With the Nov. 15 kick-off for this year’s health law enrollment season fast approaching, the need for more training for the people who help consumers navigate the health insurance marketplace is growing increasingly clear.
For example, 92 percent of health insurance marketplace assister programs say they want more preparation than they received last year, according to survey findings released last month by the Kaiser Family Foundation.
This figure, highlighted during an Aug. 5 briefing, came out of a larger survey conducted after the first open enrollment period concluded last spring. The survey polled people who supervised assistance efforts by navigators, in-person assisters, certified application counselors, federally qualified health centers and federal enrollment assistance programs which were promoting federal and state-based health care exchanges.
Out of 843 respondents, 41 percent indicated a desire for more training about how to help consumers after they enrolled in health plans.

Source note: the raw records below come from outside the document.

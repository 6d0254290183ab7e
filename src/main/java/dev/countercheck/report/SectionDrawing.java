package dev.countercheck.report;

import dev.countercheck.report.DrawingMarks.Item;
import dev.countercheck.review.PileCapDrawing;
import dev.countercheck.submission.Column;
import dev.countercheck.submission.PileCap;
import dev.countercheck.submission.Point;
import dev.countercheck.submission.Reinforcement;
import dev.countercheck.submission.Reinforcement.BarEnds;
import dev.countercheck.submission.Reinforcement.BarSet;
import dev.countercheck.submission.Reinforcement.Direction;

import java.util.ArrayList;
import java.util.Comparator;
import java.util.List;
import java.util.stream.Collectors;
import java.util.stream.IntStream;

/**
 * Section A–A of a pile cap: a vertical cut along x through the column centre, looking in +y, to
 * scale. It shows the overall depth, the covers, every bar layer (bars along x as lines, bars along
 * y as dots), the piles projected onto the cut with their embedment, the 45° spread from each pile
 * head's edge up to the lowest bars, and the column stub. Dimensions in mm.
 */
final class SectionDrawing {

    private static final double MAX_DEPTH = 300;
    private static final double TOP = 58;
    private static final double COLUMN_STUB = 42;
    private static final double PILE_STUB = 42;
    private static final double BOTTOM = 96;
    private static final double LABEL_GAP = 13;

    private final PileCap cap;
    private final DrawingMarks marks;
    private final String id;
    private final double scale;
    private final double soffit;
    private final Svg svg;

    private SectionDrawing(String id, PileCapDrawing drawing, DrawingMarks marks) {
        this.id = id;
        this.cap = drawing.cap();
        this.marks = marks;
        this.scale = Math.min(PlanDrawing.scale(cap), MAX_DEPTH / cap.depthMm());
        this.soffit = TOP + cap.depthMm() * scale;
        this.svg = new Svg(PlanDrawing.WIDTH, soffit + BOTTOM, "Section A-A of pile cap " + cap.id());
    }

    /** The SVG text of section A–A; {@code id} makes its pattern ids unique on the page. */
    static String svg(String id, PileCapDrawing drawing, DrawingMarks marks) {
        return new SectionDrawing(id, drawing, marks).draw();
    }

    private double x(double mm) {
        return PlanDrawing.centreX() + mm * scale;
    }

    /** Canvas y of a height above the soffit, mm. */
    private double z(double mm) {
        return soffit - mm * scale;
    }

    private String draw() {
        double left = x(-cap.planXMm() / 2);
        double right = x(cap.planXMm() / 2);
        svg.hatch(id + "-section-hatch", 6, Styles.HATCH_COLOUR);
        svg.rect(left, TOP, right - left, soffit - TOP, Styles.CAP_SECTION);
        column();
        piles();
        cap.reinforcement().ifPresent(r -> {
            spread();
            bars(r, right);
            covers(r, left, right);
        });
        depthAndEmbedment(left);
        Annotations.scaleBar(svg, left + 60, soffit + BOTTOM - 28, scale, PlanDrawing.WIDTH - PlanDrawing.LEFT
                - PlanDrawing.RIGHT);
        return svg.done();
    }

    private void column() {
        Column c = cap.column();
        double half = c.cxMm() / 2 * scale;
        double cx = x(c.position().xMm());
        double top = TOP - COLUMN_STUB;
        String tags = marks.tags(Item.COLUMN);
        svg.rect(cx - half, top, 2 * half, COLUMN_STUB, "fill=\"#ffffff\"");
        svg.rect(cx - half, top, 2 * half, COLUMN_STUB, "fill=\"url(#" + Svg.escape(id) + "-section-hatch)\"");
        svg.line(cx - half, top, cx - half, TOP, tags.isEmpty() ? Styles.COLUMN_EDGE : Styles.COLUMN_EDGE_FAIL);
        svg.line(cx + half, top, cx + half, TOP, tags.isEmpty() ? Styles.COLUMN_EDGE : Styles.COLUMN_EDGE_FAIL);
        Annotations.breakLine(svg, cx - half, cx + half, top);
        if (!tags.isEmpty()) {
            Annotations.tag(svg, cx + half + 4, top + 14, tags);
        }
    }

    /** The piles projected onto the cut, one outline per distinct x, numbered below. */
    private void piles() {
        double radius = cap.piles().diameterMm() / 2 * scale;
        double head = z(cap.piles().embedmentMm());
        for (List<Integer> column : pileColumns()) {
            double px = x(cap.piles().positions().get(column.get(0)).xMm());
            String tags = String.join(" ", column.stream().map(marks::pileTags).filter(t -> !t.isEmpty())
                    .distinct().toList());
            svg.rect(px - radius, head, 2 * radius, soffit + PILE_STUB - head,
                    tags.isEmpty() ? Styles.PILE_BELOW : Styles.PILE_FAIL);
            Annotations.breakLine(svg, px - radius, px + radius, soffit + PILE_STUB);
            String numbers = column.stream().map(i -> String.valueOf(i + 1)).collect(Collectors.joining(", "));
            svg.text(px, soffit + PILE_STUB + 20, "pile " + numbers, "middle", Styles.TEXT_SMALL);
            if (!tags.isEmpty()) {
                Annotations.tag(svg, px + radius + 4, soffit + 16, tags);
            }
        }
    }

    /** Pile indices grouped by x (within 0.5 mm), from left to right. */
    private List<List<Integer>> pileColumns() {
        List<Point> positions = cap.piles().positions();
        List<Integer> order = IntStream.range(0, positions.size()).boxed()
                .sorted(Comparator.comparingDouble((Integer i) -> positions.get(i).xMm())).toList();
        List<List<Integer>> columns = new ArrayList<>();
        for (int i : order) {
            List<Integer> last = columns.isEmpty() ? null : columns.get(columns.size() - 1);
            if (last != null && Math.abs(positions.get(last.get(0)).xMm() - positions.get(i).xMm()) <= 0.5) {
                last.add(i);
            } else {
                columns.add(new ArrayList<>(List.of(i)));
            }
        }
        return columns;
    }

    /** From each pile head's edges, 45° outwards up to the level of the lowest bars, where a dot marks the point. */
    private void spread() {
        if (BarLayout.spreadMm(cap).isEmpty()) {
            return;
        }
        double rise = BarLayout.spreadMm(cap).getAsDouble();
        double radius = cap.piles().diameterMm() / 2;
        double head = cap.piles().embedmentMm();
        for (List<Integer> column : pileColumns()) {
            double px = cap.piles().positions().get(column.get(0)).xMm();
            for (int side : new int[] {-1, 1}) {
                double from = px + side * radius;
                double to = from + side * rise;
                svg.line(x(from), z(head), x(to), z(head + rise), Styles.SPREAD_LINE);
                svg.circle(x(to), z(head + rise), 2.2, Styles.SPREAD_POINT);
            }
        }
    }

    private void bars(Reinforcement r, double right) {
        record Label(double level, String text, String tags) {
        }
        List<Label> bottom = new ArrayList<>();
        List<Label> top = new ArrayList<>();
        for (BarSet set : r.bottom()) {
            bottom.add(new Label(bar(r, set, true), BarLayout.name(set, "B") + " (" + axis(set) + ")", tags(set)));
        }
        for (BarSet set : r.top()) {
            top.add(new Label(bar(r, set, false), BarLayout.name(set, "T") + " (" + axis(set) + ")", ""));
        }
        bottom.sort(Comparator.comparingDouble(Label::level));
        top.sort(Comparator.comparingDouble(Label::level).reversed());
        double next = Double.POSITIVE_INFINITY;
        for (Label label : bottom) {
            double at = Math.min(z(label.level()), next);
            leader(right, z(label.level()), at, label.text(), label.tags());
            next = at - LABEL_GAP;
        }
        double previous = Double.NEGATIVE_INFINITY;
        for (Label label : top) {
            double at = Math.max(z(label.level()), previous);
            leader(right, z(label.level()), at, label.text(), "");
            previous = at + LABEL_GAP;
        }
    }

    private static String axis(BarSet set) {
        return set.direction() == Direction.X ? "x" : "y";
    }

    private String tags(BarSet set) {
        return marks.tags(set.direction() == Direction.X ? Item.BARS_X : Item.BARS_Y);
    }

    /** A leader from the bars to their label at the right; a fail tag stands before the label. */
    private void leader(double right, double from, double at, String text, String tags) {
        svg.line(right + 2, from, right + 12, at, Styles.LEADER);
        double x = right + 14;
        if (!tags.isEmpty()) {
            x += Annotations.tag(svg, x, at, tags) + 4;
        }
        svg.text(x, at + 4, text, "start", tags.isEmpty() ? Styles.TEXT : Styles.TEXT_FAIL);
    }

    /** Draws one set and returns its level above the soffit, mm. */
    private double bar(Reinforcement r, BarSet set, boolean bottom) {
        double level = BarLayout.levelMm(cap, r, set, bottom);
        boolean failing = bottom && !tags(set).isEmpty();
        double side = r.cover().sideMm();
        if (set.direction() == Direction.X) {
            double width = Math.max(set.diameterMm() * scale, 1.4);
            String colour = failing ? Styles.FAIL_COLOUR : (bottom ? Styles.BAR_COLOUR : Styles.BAR_TOP_COLOUR);
            String dash = failing ? " stroke-dasharray=\"7 3\"" : "";
            String style = "fill=\"none\" stroke=\"" + colour + "\" stroke-width=\"" + Svg.num(width) + "\"" + dash;
            double end = cap.planXMm() / 2 - side - set.diameterMm() / 2;
            Svg.Path path = new Svg.Path();
            if (bottom && set.ends() != BarEnds.STRAIGHT) {
                double leg = set.legMm().orElse(cap.depthMm() - r.cover().bottomMm() - r.cover().topMm());
                path.moveTo(x(-end), z(level + leg)).lineTo(x(-end), z(level)).lineTo(x(end), z(level))
                        .lineTo(x(end), z(level + leg));
            } else {
                path.moveTo(x(-end), z(level)).lineTo(x(end), z(level));
            }
            svg.path(path, style);
        } else {
            double radius = Math.max(set.diameterMm() / 2 * scale, 1.8);
            for (double at : BarLayout.positions(set.count(), cap.planXMm(), side, set.diameterMm())) {
                svg.circle(x(at), z(level), radius, failing ? Styles.BAR_FILL_FAIL
                        : bottom ? Styles.BAR_FILL : Styles.BAR_TOP_FILL);
            }
        }
        return level;
    }

    /** Bottom and top cover at the left, side cover at the right end of the bars, mid-depth. */
    private void covers(Reinforcement r, double left, double right) {
        String tags = marks.tags(Item.COVER);
        String style = tags.isEmpty() ? Styles.DIMENSION : Styles.DIMENSION_FAIL;
        double at = left - 16;
        Annotations.extension(svg, left - 3, z(r.cover().bottomMm()), at - 4, z(r.cover().bottomMm()));
        Annotations.vertical(svg, at, soffit, z(r.cover().bottomMm()), ReportNumbers.display(r.cover().bottomMm(), "mm"),
                style);
        Annotations.extension(svg, left - 3, z(cap.depthMm() - r.cover().topMm()), at - 4,
                z(cap.depthMm() - r.cover().topMm()));
        Annotations.vertical(svg, at, TOP, z(cap.depthMm() - r.cover().topMm()),
                ReportNumbers.display(r.cover().topMm(), "mm"), style);
        double mid = (TOP + soffit) / 2;
        double barEnd = x(cap.planXMm() / 2 - r.cover().sideMm());
        Annotations.horizontal(svg, barEnd, right, mid, ReportNumbers.display(r.cover().sideMm(), "mm"), style);
        if (!tags.isEmpty()) {
            Annotations.tag(svg, left - 16 - 66, soffit + 14, tags);
        }
    }

    private void depthAndEmbedment(double left) {
        double at = left - 50;
        Annotations.extension(svg, left - 3, TOP, at - 4, TOP);
        Annotations.extension(svg, left - 3, soffit, at - 4, soffit);
        Annotations.vertical(svg, at, soffit, TOP, ReportNumbers.display(cap.depthMm(), "mm"), Styles.DIMENSION);
        List<List<Integer>> columns = pileColumns();
        if (columns.isEmpty()) {
            return;
        }
        double rightEdge = x(cap.piles().positions().get(columns.get(0).get(0)).xMm() + cap.piles().diameterMm() / 2);
        Annotations.verticalLabelRight(svg, rightEdge + 7, soffit, z(cap.piles().embedmentMm()),
                ReportNumbers.display(cap.piles().embedmentMm(), "mm"), Styles.DIMENSION);
    }
}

The same proportion wanted more support in addressing “tax filing issues,” according to the report. About 39 percent of respondents indicated the need for further training in distinguishing between qualified health plans. The same figure wanted more training in interpreting how immigration status shaped eligibility.
These numbers do not come as a surprise to people already involved in trying to help consumers use the health law’s online marketplaces.

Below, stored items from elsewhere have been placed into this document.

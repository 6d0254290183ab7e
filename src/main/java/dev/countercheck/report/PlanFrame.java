package dev.countercheck.report;

import dev.countercheck.submission.PileCap;

/**
 * Where a cap's plan lies on its canvas: canvas units per mm and the canvas point of the plan's
 * origin (the cap centre). y points up on the plan and down on the canvas.
 */
record PlanFrame(PileCap cap, double scale, double centreX, double centreY) {

    /** Canvas x of a plan x, mm. */
    double x(double mm) {
        return centreX + mm * scale;
    }

    /** Canvas y of a plan y, mm. */
    double y(double mm) {
        return centreY - mm * scale;
    }

    double left() {
        return x(-cap.planXMm() / 2);
    }

    double right() {
        return x(cap.planXMm() / 2);
    }

    double top() {
        return y(cap.planYMm() / 2);
    }

    double bottom() {
        return y(-cap.planYMm() / 2);
    }

    /** A pile's radius on the canvas. */
    double pileRadius() {
        return cap.piles().diameterMm() / 2 * scale;
    }
}
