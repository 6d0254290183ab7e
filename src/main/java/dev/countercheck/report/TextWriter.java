package dev.countercheck.report;

import java.io.Writer;
import java.util.Arrays;

/**
 * A report written into memory: a {@link Writer} over a growing {@code char} array, unsynchronised (unlike
 * {@link java.io.StringWriter}'s {@code StringBuffer} and {@link java.io.CharArrayWriter}), for the JSON and HTML
 * texts made whole (the PDF's input, the one-call writers). Text is copied in bulk ({@link String#getChars},
 * {@link System#arraycopy}), not char by char as a {@link StringBuilder} takes a part of a string once it holds
 * a character beyond Latin-1. Never fails.
 */
final class TextWriter extends Writer {

    private char[] text = new char[1 << 14];
    private int length;

    @Override
    public void write(int c) {
        room(1);
        text[length++] = (char) c;
    }

    @Override
    public void write(char[] chars, int offset, int count) {
        room(count);
        System.arraycopy(chars, offset, text, length, count);
        length += count;
    }

    @Override
    public void write(String s, int offset, int count) {
        room(count);
        s.getChars(offset, offset + count, text, length);
        length += count;
    }

    @Override
    public void write(String s) {
        write(s, 0, s.length());
    }

    @Override
    public Writer append(CharSequence chars) {
        write(String.valueOf(chars));
        return this;
    }

    /** Makes room for {@code count} more characters, doubling the array as needed. */
    private void room(int count) {
        if (count > text.length - length) {
            text = Arrays.copyOf(text, Math.max(text.length * 2, length + count));
        }
    }

    @Override
    public void flush() {
    }

    @Override
    public void close() {
    }

    @Override
    public String toString() {
        return new String(text, 0, length);
    }
}
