package dev.countercheck.report;

import dev.countercheck.responses.Response;
import dev.countercheck.responses.ResponseStatus;
import dev.countercheck.review.CaseActions;
import dev.countercheck.review.CheckResult;
import dev.countercheck.review.CheckStatus;
import dev.countercheck.review.ClaimComparison;
import dev.countercheck.review.Drawing;
import dev.countercheck.review.PadFootingDrawing;
import dev.countercheck.review.PileCapDrawing;
import dev.countercheck.review.ElementReview;
import dev.countercheck.review.GeneratedCase;
import dev.countercheck.review.Finding;
import dev.countercheck.review.Review;
import dev.countercheck.review.Severity;
import dev.countercheck.review.Value;
import dev.countercheck.review.Verdict;
import dev.countercheck.revision.FindingChange;
import dev.countercheck.revision.RevisionComparison;
import dev.countercheck.round.ReviewRound;

import java.util.ArrayList;
import java.util.Comparator;
import java.util.List;
import java.util.Map;
import java.util.Optional;
import java.util.OptionalDouble;
import java.util.Set;
import java.util.function.Supplier;
import java.util.function.ToIntFunction;
import java.util.stream.IntStream;
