package dev.countercheck.report;

import com.fasterxml.jackson.databind.node.ArrayNode;
import com.fasterxml.jackson.databind.node.ObjectNode;
import dev.countercheck.responses.Response;
import dev.countercheck.responses.Responses;
import dev.countercheck.review.ElementReview;
import dev.countercheck.review.Finding;
import dev.countercheck.review.Review;
import dev.countercheck.revision.FindingChange;
import dev.countercheck.revision.FindingSnapshot;
import dev.countercheck.revision.RevisionComparison;
import dev.countercheck.round.ReviewRound;

/**
 * What a review round adds to the JSON result ({@code docs/results.md}, "The round"): the designer's
 * responses (with {@code --responses}) and the comparison with the previous revision (with
 * {@code --previous}). Each key is written only when its part of the round was given, so a result
 * without a round is unchanged.
 */
final class RoundJson {

    private RoundJson() {
    }

    static void add(ObjectNode root, Review review, ReviewRound round) {
        Responses responses = round.responses();
        if (!responses.byFinding().isEmpty() || !responses.orphans().isEmpty()) {
            ObjectNode node = root.putObject("responses");
            ArrayNode answered = node.putArray("answered");
            for (ElementReview e : review.elements()) {
                for (Finding f : e.findings()) {
                    responses.to(f.id()).ifPresent(r -> answered.add(response(answered.objectNode(), r)));
                }
            }
            ArrayNode orphans = node.putArray("unmatched");
            responses.orphans().forEach(r -> orphans.add(response(orphans.objectNode(), r).put("where", r.where())));
        }
        round.revision().ifPresent(revision -> root.set("revision", revision(root.objectNode(), revision)));
    }

    private static ObjectNode response(ObjectNode node, Response response) {
        node.put("finding", response.findingId());
        response.status().ifPresent(s -> node.put("status", s.label()));
        node.put("response", response.text());
        return node;
    }

    private static ObjectNode revision(ObjectNode node, RevisionComparison revision) {
        node.put("previous", revision.previous());
        ObjectNode counts = node.putObject("counts");
        revision.counts().forEach((change, n) -> counts.put(change.label(), n));
        ArrayNode findings = node.putArray("findings");
        for (RevisionComparison.Entry entry : revision.entries()) {
            ObjectNode f = findings.addObject();
            f.put("id", entry.id());
            f.put("element", entry.latest().element());
            f.put("change", entry.change().label());
            if (entry.change() == FindingChange.CHANGED || entry.change() == FindingChange.CLOSED) {
                snapshot(f.putObject("before"), entry.before().orElseThrow());
            }
            entry.after().ifPresent(now -> snapshot(f.putObject("now"), now));
        }
        return node;
    }

    private static void snapshot(ObjectNode node, FindingSnapshot finding) {
        node.put("severity", finding.severity());
        node.put("message", finding.message());
    }
}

“I don’t think it’s a secret that people wanted more training,” said Rochelle Webb, program manager at Cognosante, a federally contracted company that worked on targeted enrollment assistance in multiple states.
Programs working with healthcare.gov received training through the federal Centers for Medicare & Medicaid Services, while those handling state exchanges were certified by the individual state. Some states introduced additional qualifications for navigators, such as Georgia, which required that they pass the same exam insurance brokers take.
The federal curriculum required about 20 hours of training, plus online assessments.
Although she called the federal curriculum “comprehensive,” Webb said assisters with whom she worked and communicated last time around had wanted more hands-on preparation before the websites’ initial launch. Instead, assisters ended up having to figure out many of the particulars when they were already in the trenches.
CMS is still developing this year’s training, which, based on current scheduling information, will be available in September. It’s expected to attempt to tackle some of these issues.
The July KFF report indicated that more than 90 percent of assisters had been contacted by consumers after they enrolled in insurance plans, with those consumers seeking additional help.
Given most state experiences with open enrollment last year, the survey results aren’t surprising, said Lena Hershkovitz, vice president of eligibility for programs at the state assister program HealthCare Access Maryland.
“We’ve identified the need for some supplemental training for our staff,” Hershkovitz said.
Her organization plans to enhance assister-education efforts, emphasizing elements such as common insurance terms, household makeups and interpreting tax and immigration documents, she said. And a good portion of assister work necessitates “on-the-job” training.
But even with these efforts, Hershkovitz said she imagines assister programs across the country will likely continue identifying new areas in which they could use more help. She doesn’t expect the rate of assistors who want more training to decline.
“Different training topics will likely arise to the top” of assister-identified needs next year, she said. “Continuing education is going to continue to be important.”
In this survey, which was conducted April 24 to May 12, participants were asked to identify topics on which they would like further training, a list that included the option of “no additional topics or issues.” About 8 percent selected that option. The results were published in a July report examining how assister programs worked during the Affordable Care Act’s initial rollout.